Exercise directions: Every line containing the string "rows" should be returned from the records.

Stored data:

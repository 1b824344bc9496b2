"""Re-evaluate a model file read once at many parameter points, rebuilding only what the varied parameters reach.

A study varies a few parameters; most parts of a car do not depend on them. :class:`Evaluator` builds the model
once (the *base*), finds which [[part]], [[driver]] and [[group]] tables can be reached from the varied parameters
(their texts name a varied parameter or a parameter that depends on one, directly or through an enclosing group),
and at each point builds only those tables (:func:`massmodel.modelfile.loader.build_model` on a reduced source),
putting the rebuilt components in place of the base ones, in the base order. The result is the model a full build
would give: same components in the same order from the same arithmetic, so the sums agree to the last bit (the
tests compare against full builds).

The analysis is conservative: any identifier in an expression text counts as a use, so it may rebuild more than
needed, never less. It falls back to full builds when a varied parameter reaches a material or a rule (their
values are shared by parts the reduced source would not hold), or when it reaches no part at all (e.g. only the
[vehicle] section). The base model is checked in full (every rule group, every load case), so the reduced builds
can skip the checks that do not depend on parameters (paths, rule groups, case selections).
"""

from __future__ import annotations

import re
from collections.abc import Iterable, Mapping
from pathlib import Path
from typing import Any

from massmodel.core import batch, expr
from massmodel.core.errors import UsageError
from massmodel.core.loadcases import BASE_CASE
from massmodel.core.massprops import MassProperties
from massmodel.core.model import Model, part_arrays
from massmodel.modelfile.loader import ModelSource, build_model
from massmodel.modelfile.reader import ModelFileError, read_toml

__all__ = ["Evaluator", "affected_parameters"]

_IDENT = re.compile(r"[A-Za-z_][A-Za-z0-9_]*")
# fields holding free text or names, never an expression (scanning them would only rebuild more than needed)
_TEXT_FIELDS = frozenset({"path", "note", "description", "colour", "maturity", "name", "slot"})


def _names_in_text(value: Any) -> set[str]:
    """Parameter names an expression may use (every identifier when the text does not parse: over, never under)."""
    if not isinstance(value, str):
        return set()
    try:
        return expr.referenced_names(value)
    except expr.ExpressionError:
        return set(_IDENT.findall(value))


def _mentions(value: Any, names: set[str]) -> bool:
    """Whether any text inside a TOML value (tables and lists searched) may use one of ``names``."""
    if isinstance(value, str):
        return not names.isdisjoint(_IDENT.findall(value))
    if isinstance(value, dict):
        return any(_mentions(v, names) for k, v in value.items() if k not in _TEXT_FIELDS)
    if isinstance(value, list):
        return any(_mentions(v, names) for v in value)
    return False


def affected_parameters(definitions: Mapping[str, Any], varied: Iterable[str]) -> set[str]:
    """The varied parameters and every parameter whose definition uses one of them, directly or not.

    Parameters
    ----------
    definitions : mapping of str to str or number
        Parameter name → expression text, with overrides already applied.
    varied : iterable of str
        Names whose values change.
    """
    deps = {name: _names_in_text(text) for name, text in definitions.items()}
    affected = set(varied)
    grew = True
    while grew:
        grew = False
        for name, uses in deps.items():
            if name not in affected and not uses.isdisjoint(affected):
                affected.add(name)
                grew = True
    return affected


def _under(path: Any, groups: set[str]) -> bool:
    """Whether a table's path lies at or under one of ``groups``."""
    if not isinstance(path, str):
        return True  # a bad table: let the build report it
    return any(path == g or path.startswith(g + "/") for g in groups)


class Evaluator:
    """Models of one model file at many parameter points (see the module notes).

    Parameters
    ----------
    source : ModelSource
        The file read once.
    varied : iterable of str
        Parameters that the points set.
    overrides : mapping, optional
        Fixed overrides (name → expression text) applied at every point, before the point's own.
    case : str, optional
        Load case of every point.
    partial : bool
        False forces a full build at every point (the reference the partial builds are checked against).

    Attributes
    ----------
    base : Model
        The model with the fixed overrides only.
    reason : str
        Why full builds are used (empty when partial builds are used).
    rebuilt : tuple of str
        Paths of the components rebuilt at each point.

    Raises
    ------
    ModelFileError
        The base model cannot be built, or a varied name is not a parameter of the file.
    """

    def __init__(self, source: ModelSource, varied: Iterable[str], overrides: Mapping[str, str] | None = None,
                 case: str | None = None, partial: bool = True) -> None:
        self.source = source
        self.varied = tuple(dict.fromkeys(varied))
        self.overrides = dict(overrides or {})
        self.case = None if case in (None, BASE_CASE) else case
        self.base = build_model(source, self.overrides, self.case)
        params = source.data.get("parameters", {})
        for name in self.varied:
            if name not in params:
                known = ", ".join(params) or "none are defined"
                raise ModelFileError(source.label, f"parameter '{name}'", None,
                                     f"the model has no such parameter (parameters: {known})")
        active = next((c for c in self.base.load_cases if c.name == self.case), None)
        self._case_overrides = active.override_map if active is not None else {}
        self.reason = ""
        self.rebuilt: tuple[str, ...] = ()
        self._reduced: ModelSource | None = None
        if partial:
            self._plan()
        else:
            self.reason = "full builds requested"

    # --- planning --------------------------------------------------------------------------------------------
    def _plan(self) -> None:
        data = self.source.data
        definitions = {**data.get("parameters", {}), **self._case_overrides, **self.overrides}
        names = affected_parameters(definitions, self.varied)
        if _mentions(data.get("materials", {}), names):
            self.reason = "a varied parameter sets a material's density"
            return
        if _mentions(data.get("rule", []), names) or _mentions(self._rulebook_rules(), names):
            self.reason = "a varied parameter sets a rule's limit"
            return
        vehicle_touched = _mentions(data.get("vehicle", {}), names)
        groups = {g.get("path") for g in data.get("group", []) if isinstance(g, dict) and _mentions(g, names)}
        touched_groups = {g for g in groups if isinstance(g, str)}
        parts = [t for t in data.get("part", []) if _mentions(t, names) or _under(t.get("path"), touched_groups)]
        drivers = [t for t in data.get("driver", [])
                   if vehicle_touched or _mentions(t, names) or _under(t.get("path"), touched_groups)
                   or any(isinstance(t.get("path"), str) and g.startswith(t["path"] + "/") for g in touched_groups)]
        if not parts and not drivers:
            self.reason = "the varied parameters reach no part (e.g. only the [vehicle] section)"
            return
        head = {k: v for k, v in data.get("model", {}).items() if k != "rulebook"}
        # the reduced source builds parts only: sections that describe the whole car ([uncertainty] items name parts
        # that are not rebuilt, [chassis]) stay with the base model, whose values the point's model keeps
        reduced = {k: v for k, v in data.items()
                   if k not in ("part", "driver", "rule", "case", "allowed_contact", "uncertainty", "chassis")}
        reduced["model"] = head
        reduced["part"] = [_without(t, "optional") for t in parts]
        reduced["driver"] = [_without(t, "optional") for t in drivers]
        # only the groups enclosing a rebuilt table, the slots they name and the parameters all of it uses
        paths = [t.get("path") for t in parts + drivers if isinstance(t.get("path"), str)]
        reduced["group"] = [_without(g, "optional") for g in data.get("group", [])
                            if not isinstance(g, dict) or any(_under(p, {str(g.get("path"))}) for p in paths)]
        slots = {t.get("slot") for t in parts}
        reduced["slot"] = [t for t in data.get("slot", []) if not isinstance(t, dict) or t.get("name") in slots]
        reduced["parameters"] = _needed(definitions, data.get("parameters", {}), reduced,
                                        names | set(self._case_overrides) | set(self.overrides))
        self._reduced = ModelSource(reduced, self.source.label, self.source.base_dir)
        first = self._build_reduced({})
        base_paths = {c.path for c in self.base.components}
        self.rebuilt = tuple(c.path for c in first.components if c.path in base_paths)
        rebuilt = set(self.rebuilt)
        self._rebuilt_index = [i for i, c in enumerate(self.base.components) if c.path in rebuilt]
        self._base_arrays = self.base.arrays()
        if not self.rebuilt:  # every reachable part is switched off in this case
            self._reduced = None
            self.reason = "the varied parameters reach no part of this load case"

    def _rulebook_rules(self) -> list[Any]:
        book = self.source.data.get("model", {}).get("rulebook")
        if not isinstance(book, str):
            return []
        path = Path(self.source.base_dir) / book
        return list(read_toml(path, str(path)).get("rule", []))

    def _build_reduced(self, point: Mapping[str, str]) -> Model:
        assert self._reduced is not None
        return build_model(self._reduced, {**self._case_overrides, **self.overrides, **point}, None)

    # --- evaluation ------------------------------------------------------------------------------------------
    @property
    def partial(self) -> bool:
        """Whether points rebuild only the reachable parts."""
        return self._reduced is not None

    def model(self, point: Mapping[str, str]) -> Model:
        """The model at one point (varied name → expression text, e.g. ``{"fuel_mass": "12.5 kg"}``).

        Raises
        ------
        ModelFileError
            The file cannot be built at this point (e.g. a shape size becomes zero); the message names the
            file, the item and the field.
        """
        unknown = [n for n in point if n not in self.varied]
        if unknown:
            raise UsageError(f"'{unknown[0]}' is not one of the varied parameters ({', '.join(self.varied)})")
        if self._reduced is None:
            return build_model(self.source, {**self.overrides, **point}, self.case)
        reduced = self._build_reduced(point)
        fresh = {c.path: c for c in reduced.components}
        rebuilt = set(self.rebuilt)
        base = self.base
        components = tuple(fresh[c.path] if c.path in rebuilt else c for c in base.components)
        return Model(
            name=base.name, components=components, vehicle=reduced.vehicle, rules=base.rules, slots=reduced.slots,
            parameters={**base.parameters, **reduced.parameters}, materials=base.materials, source=base.source,
            description=base.description, case=base.case, load_cases=base.load_cases,
            allowed_contacts=base.allowed_contacts,
        )

    def evaluate(self, point: Mapping[str, str]) -> tuple[Model, MassProperties]:
        """The model at one point and its total mass properties.

        With partial rebuilds the total is combined from the base's stacked arrays with the rebuilt rows replaced:
        the arrays :meth:`Model.mass_properties` would stack, without stacking the unchanged rows again.
        """
        model = self.model(point)
        if self._reduced is None:
            return model, model.mass_properties()
        masses, centers, inertias = (a.copy() for a in self._base_arrays)
        idx = self._rebuilt_index
        if idx:  # the rebuilt rows by the same engine as a full build (massmodel.core.batch), then one roll-up
            masses[idx], centers[idx], inertias[idx] = part_arrays([model.components[i] for i in idx])
        model.adopt_arrays(masses, centers, inertias)  # the rows a full build would make: kept for rule values
        return model, batch.rollup(masses, centers, inertias)


def _texts(value: Any, out: set[str]) -> None:
    """Every identifier in the texts of a TOML value (free-text fields skipped)."""
    if isinstance(value, str):
        out.update(_IDENT.findall(value))
    elif isinstance(value, dict):
        for k, v in value.items():
            if k not in _TEXT_FIELDS:
                _texts(v, out)
    elif isinstance(value, list):
        for v in value:
            _texts(v, out)


def _needed(definitions: Mapping[str, Any], parameters: Mapping[str, Any], reduced: Mapping[str, Any],
            extra: set[str]) -> dict[str, Any]:
    """The file's parameters that the reduced tables (or ``extra`` names) use, with everything they use in turn
    (under ``definitions``, the texts after overrides), in file order."""
    wanted: set[str] = set(extra)
    for key, value in reduced.items():
        if key != "parameters":
            _texts(value, wanted)
    todo = [n for n in wanted if n in definitions]
    keep: set[str] = set()
    while todo:
        name = todo.pop()
        if name in keep:
            continue
        keep.add(name)
        todo.extend(n for n in _names_in_text(definitions[name]) if n in definitions and n not in keep)
    return {k: v for k, v in parameters.items() if k in keep}


def _without(table: Any, key: str) -> Any:
    """A shallow copy of a table without ``key`` (other values are shared; build_model copies before use)."""
    if not isinstance(table, dict) or key not in table:
        return table
    return {k: v for k, v in table.items() if k != key}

Your solution:
        With partial rebuilds the total is combined from the base's stacked arrays with the rebuilt rows replaced:
        the arrays :meth:`Model.mass_properties` would stack, without stacking the unchanged rows again.
        if idx:  # the rebuilt rows by the same engine as a full build (massmodel.core.batch), then one roll-up
        model.adopt_arrays(masses, centers, inertias)  # the rows a full build would make: kept for rule values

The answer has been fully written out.